Cancer Data Science Pulse
For the Love of. . . Data! The Conversation Continues with NCI Staff
In celebration of NCI’s 50th anniversary and recognizing the Power of Data, NCI and CBIIT staff are blogging about what data means to them and to the field of cancer research. In this post, we feature Eytan Ruppin, M.D., Ph.D., chief, Cancer
What made you fall in love with data?
Eytan: This was simple. I recognized that analyzing data is one way to really advance our understanding of biomedicine, and it offers a huge return on the investment. In my research in the Center for Cancer Research, we’re using multi-omics data approaches to find new and better ways of predicting and testing novel drug targets and biomarkers to treat cancer more effectively.

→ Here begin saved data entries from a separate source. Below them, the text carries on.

//! The power of the moderator test by simulation, and the simulated check
//! of the k needed.

use super::Plan;
use crate::dist;
use crate::error::{Error, Result};
use crate::model::{self, tau2::Tau2Method, FitOptions, Inference};
use crate::result::plan::{KPower, PlanTest, Simulated, SimulatedK};
use crate::support::flag::Flag;
use crate::support::rng::block_rng;

/// Simulated data sets per block. Each block draws from its own generator
/// (see [`block_rng`]), so the result does not depend on how many threads
/// run the blocks.
pub const SIM_BLOCK: usize = 250;

/// Power of the chosen test (z or Knapp–Hartung) by simulation, in parallel.
///
/// # Formula
/// Draw y_i = β x_i + √(v_i + τ²)·z_i, z_i ~ N(0, 1) independent (β₀ = 0: the
/// test of β does not depend on β₀), fit by REML with the plan's inference
/// ([`model::fit_parts`], no τ² interval), reject when |β̂/SE| exceeds the
/// two-sided critical value (z₁₋α/₂ for z, t_{k−2;1−α/2} for Knapp–Hartung,
/// the same as p < α); power = rejections / usable fits. The data sets are
/// drawn in blocks of [`SIM_BLOCK`], block b from [`block_rng`](seed, b), and
/// the counts are summed in block order, so any number of threads gives the
/// same answer. `progress` is called with the number of data sets of each
/// finished block.
///
/// # Errors
/// [`Error::Model`] when the design cannot be realised at this k or k < 3,
/// or when no simulated data set can be fitted.
pub fn simulate(
    plan: &Plan,
    simulations: usize,
    seed: u64,
    progress: &(dyn Fn(u64) + Sync),
) -> Result<Simulated> {
    use rayon::prelude::*;
    let k = plan.k;
    let x = plan
        .design
        .values(k)
        .filter(|_| k >= 3)
        .ok_or_else(|| Error::Model(format!("the moderator design cannot be realised with k = {k} sites (each level needs a site, and k ≥ 3)")))?;
    let v = plan.variances();
    let sd: Vec<f64> = v.iter().map(|vi| (vi + plan.tau2).sqrt()).collect();
    let mut design = Vec::with_capacity(2 * k);
    for xi in &x {
        design.push(1.0);
        design.push(*xi);
    }
    let inference = match plan.test {
        PlanTest::Z => Inference::Z,
        PlanTest::Kh => Inference::Kh,
    };
    let options = FitOptions {
        method: Tau2Method::Reml,
        inference,
        level: 1.0 - plan.alpha,
    };
    let crit = match plan.test {
        PlanTest::Z => dist::normal_quantile(1.0 - plan.alpha / 2.0),
        PlanTest::Kh => dist::t_quantile(1.0 - plan.alpha / 2.0, (k - 2) as f64),
    };
    let blocks = simulations.div_ceil(SIM_BLOCK);
    let counts: Vec<(usize, usize)> = (0..blocks)
        .into_par_iter()
        .map(|b| {
            let n = SIM_BLOCK.min(simulations - b * SIM_BLOCK);
            let mut rng = block_rng(seed, b as u64);
            let mut y = vec![0.0; k];
            let (mut hits, mut failed) = (0usize, 0usize);
            for _ in 0..n {
                for i in 0..k {
                    y[i] = plan.beta * x[i] + sd[i] * rng.next_normal();
                }
                let stat = model::fit_parts(&y, &v, &design, 2, options, false)
                    .ok()
                    .map(|f| f.beta[1] / f.cov[(1, 1)].sqrt())
                    .filter(|t| t.is_finite());
                match stat {
                    Some(t) if t.abs() > crit => hits += 1,
                    Some(_) => {}
                    None => failed += 1,
                }
            }
            progress(n as u64);
            (hits, failed)
        })
        .collect();
    let (hits, failed) = counts
        .iter()
        .fold((0, 0), |(h, f), (bh, bf)| (h + bh, f + bf));
    let used = simulations - failed;
    if used == 0 {
        return Err(Error::Model(format!(
            "no simulated data set could be fitted; check {} and {}",
            Flag::Tau2,
            Flag::Variance
        )));
    }
    let power = hits as f64 / used as f64;
    Ok(Simulated {
        power,
        monte_carlo_se: (power * (1.0 - power) / used as f64).sqrt(),
        simulations,
        failed_fits: failed,
        seed,
    })
}

/// No progress report.
pub fn no_progress(_: u64) {}

/// Most values of k simulated when confirming the k needed.
pub const MAX_SIMULATED_K: usize = 10;

/// The most simulated site effects (k × data sets) at one value of k: a
/// bound on the work of one simulation (each data set is a REML fit over
/// k sites), so that a target needing 100,000 sites is answered in
/// seconds instead of running for many minutes. At that many sites the
/// Knapp–Hartung t has so many degrees of freedom, and its scale factor is
/// so close to 1, that the test is the z test in all but name and the
/// noncentral F approximation is close to exact.
pub const MAX_SIMULATED_SITE_EFFECTS: usize = 20_000_000;

/// Whether simulating `simulations` data sets of `k` sites is within
/// [`MAX_SIMULATED_SITE_EFFECTS`].
pub fn within_budget(k: usize, simulations: usize) -> bool {
    k.saturating_mul(simulations) <= MAX_SIMULATED_SITE_EFFECTS
}

/// Confirms by simulation the k needed for `target`, starting from the k
/// `start` proposed by the approximation: simulate there (same seed, so
/// common random numbers where the streams overlap); if the power reaches
/// the target step down, else up, doubling the step until the power crosses
/// the target, then bisect between the last k below and the first k at or
/// above the target. At most [`MAX_SIMULATED_K`] values of k are simulated.
///
/// # Errors
/// Those of [`simulate`].
pub fn confirm_k(
    plan: &Plan,
    target: f64,
    start: usize,
    max_k: usize,
    simulations: usize,
    seed: u64,
    progress: &(dyn Fn(u64) + Sync),
) -> Result<SimulatedK> {
    let mut evaluated: Vec<KPower> = Vec::new();
    let eval = |k: usize, evaluated: &mut Vec<KPower>| -> Result<Option<bool>> {
        if let Some(e) = evaluated.iter().find(|e| e.k == k) {
            return Ok(Some(e.power >= target));
        }
        if evaluated.len() >= MAX_SIMULATED_K {
            return Ok(None);
        }
        if !within_budget(k, simulations) {
            return Ok(None);
        }
        let p = plan.with_k(k);
        if p.design.values(k).is_none() {
            // A level left empty at this k: treat it as falling short.
            return Ok(Some(false));
        }
        let s = simulate(&p, simulations, seed, progress)?;
        evaluated.push(KPower {
            k,
            power: s.power,
            monte_carlo_se: s.monte_carlo_se,
        });
        Ok(Some(s.power >= target))
    };
    let start = start.clamp(3, max_k);
    // (lo, hi): lo falls short (or is 2), hi reaches the target.
    let (mut lo, mut hi): (usize, Option<usize>);
    match eval(start, &mut evaluated)? {
        Some(true) => {
            hi = Some(start);
            lo = 2;
            let mut step = 1;
            loop {
                let k = start.saturating_sub(step).max(3);
                if hi == Some(3) {
                    break;
                }
                match eval(k, &mut evaluated)? {
                    Some(true) => hi = Some(k),
                    Some(false) => {
                        lo = k;
                        break;
                    }
                    None => break,
                }
                step *= 2;
            }
        }
        Some(false) | None => {
            lo = start;
            hi = None;
            let mut step = 1;
            while lo < max_k {
                let k = (start + step).min(max_k);
                match eval(k, &mut evaluated)? {
                    Some(true) => {
                        hi = Some(k);
                        break;
                    }
                    Some(false) => lo = k,
                    None => break,
                }
                step *= 2;
            }
        }
    }
    if let Some(mut h) = hi {
        while h - lo > 1 {
            let mid = lo + (h - lo) / 2;
            match eval(mid, &mut evaluated)? {
                Some(true) => h = mid,
                Some(false) => lo = mid,
                None => break,
            }
        }
        hi = Some(h);
    }
    let bracketed = hi.is_some_and(|h| {
        h == 3 || (h - lo == 1 && (lo == 2 || evaluated.iter().any(|e| e.k == lo)))
    });
    Ok(SimulatedK {
        k: hi,
        bracketed,
        evaluated,
        max_evaluations: MAX_SIMULATED_K,
    })
}

#[cfg(test)]
mod tests {
    use super::super::tests::{kh_two_level, plan};
    use super::*;
    use crate::plan::{ModeratorDesign, PlanMeasure};

    #[test]
    fn kh_simulation_is_seeded_and_close_to_the_f_approximation() {
        let p = kh_two_level();
        let a = simulate(&p, 400, 11, &no_progress).unwrap();
        let b = simulate(&p, 400, 11, &no_progress).unwrap();
        assert_eq!(a, b);
        let approx = p.f_power_approx().unwrap();
        // Five Monte-Carlo standard errors plus 0.05 for the approximation itself.
        assert!(
            (a.power - approx).abs() < 5.0 * a.monte_carlo_se + 0.05,
            "{a:?} vs {approx}"
        );
        // Under β = 0 the rejection rate is near α.
        let null = simulate(&Plan { beta: 0.0, ..p }, 400, 3, &no_progress).unwrap();
        assert!(
            (null.power - 0.05).abs() < 5.0 * (0.05f64 * 0.95 / 400.0).sqrt(),
            "{null:?}"
        );
    }

    #[test]
    fn blocks_make_the_result_independent_of_threads() {
        let p = Plan {
            test: PlanTest::Kh,
            ..plan(
                PlanMeasure::R,
                15,
                50.0,
                0.02,
                ModeratorDesign::Numeric { sd: 1.0 },
                0.1,
                0.05,
            )
        };
        let run = |threads: usize| {
            rayon::ThreadPoolBuilder::new()
                .num_threads(threads)
                .build()
                .unwrap()
                .install(|| simulate(&p, 3 * SIM_BLOCK + 17, 21, &no_progress).unwrap())
        };
        let one = run(1);
        assert_eq!(one, run(2));
        assert_eq!(one, run(3));
        assert_eq!(one.simulations, 3 * SIM_BLOCK + 17);
        // Different blocks draw different streams.
        let a = block_rng(21, 0).next_u64();
        assert_ne!(a, block_rng(21, 1).next_u64());
        assert_ne!(a, block_rng(22, 0).next_u64());
    }

    #[test]
    fn confirm_k_brackets_the_crossing_within_its_bound() {
        let p = kh_two_level();
        // Start far too low: the search must step up and still stay bounded.
        let c = confirm_k(&p, 0.8, 10, 1000, 400, 5, &no_progress).unwrap();
        assert!(c.evaluated.len() <= MAX_SIMULATED_K, "{c:?}");
        let k = c.k.unwrap();
        let at = |j: usize| c.evaluated.iter().find(|e| e.k == j).map(|e| e.power);
        assert!(at(k).unwrap() >= 0.8, "{c:?}");
        if c.bracketed {
            assert!(at(k - 1).unwrap() < 0.8, "{c:?}");
        }
        assert!((25..=45).contains(&k), "{c:?}");
    }
}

Subhashini: I would say the opportunity to work as a Program Officer on large-scale translational research program like NCI’s Cancer Target Discovery and Development (CTD2) Network helped me realize the importance of data, and especially data sharing. The Network developed its own data sharing policy before the NIH Genomic Data Sharing policy came out in 2015. The CTD2 set up an area to share the data prior to publishing the results within the Network to accelerate the discovery process. As a bench scientist, I used to think that publishing manuscripts was the only method for data sharing. I didn’t realize the importance of broad data sharing and, most importantly, sharing the results from failed experiments. Sharing these results along with the experimental approaches is important for moving the science forward. It helps other scientists avoid repeating time-consuming experiments and keeps them from making the same mistakes, ultimately saving time, effort, and valuable resources.
Emily: I agree. Becoming a program officer for NCI’s Clinical Proteomic Tumor Analysis Consortium (CPTAC) helped me fully appreciate the power of data. Collaborating with precisionFDA on a data challenge using CPTAC’s multi-omics cancer data sets also showed me the importance of data and data integration. Before coming back to NCI’s CBIIT, I worked for the health informatics office at the U.S. Food and Drug Administration, where I managed data-related projects mostly focused on ensuring next-gen sequencing and clinical data in the context of informing regulatory decisions. Now back at NCI, I have an opportunity to see the full picture of how integrating multimolecular data with clinical annotations is advancing what we know about the pathophysiology of cancer.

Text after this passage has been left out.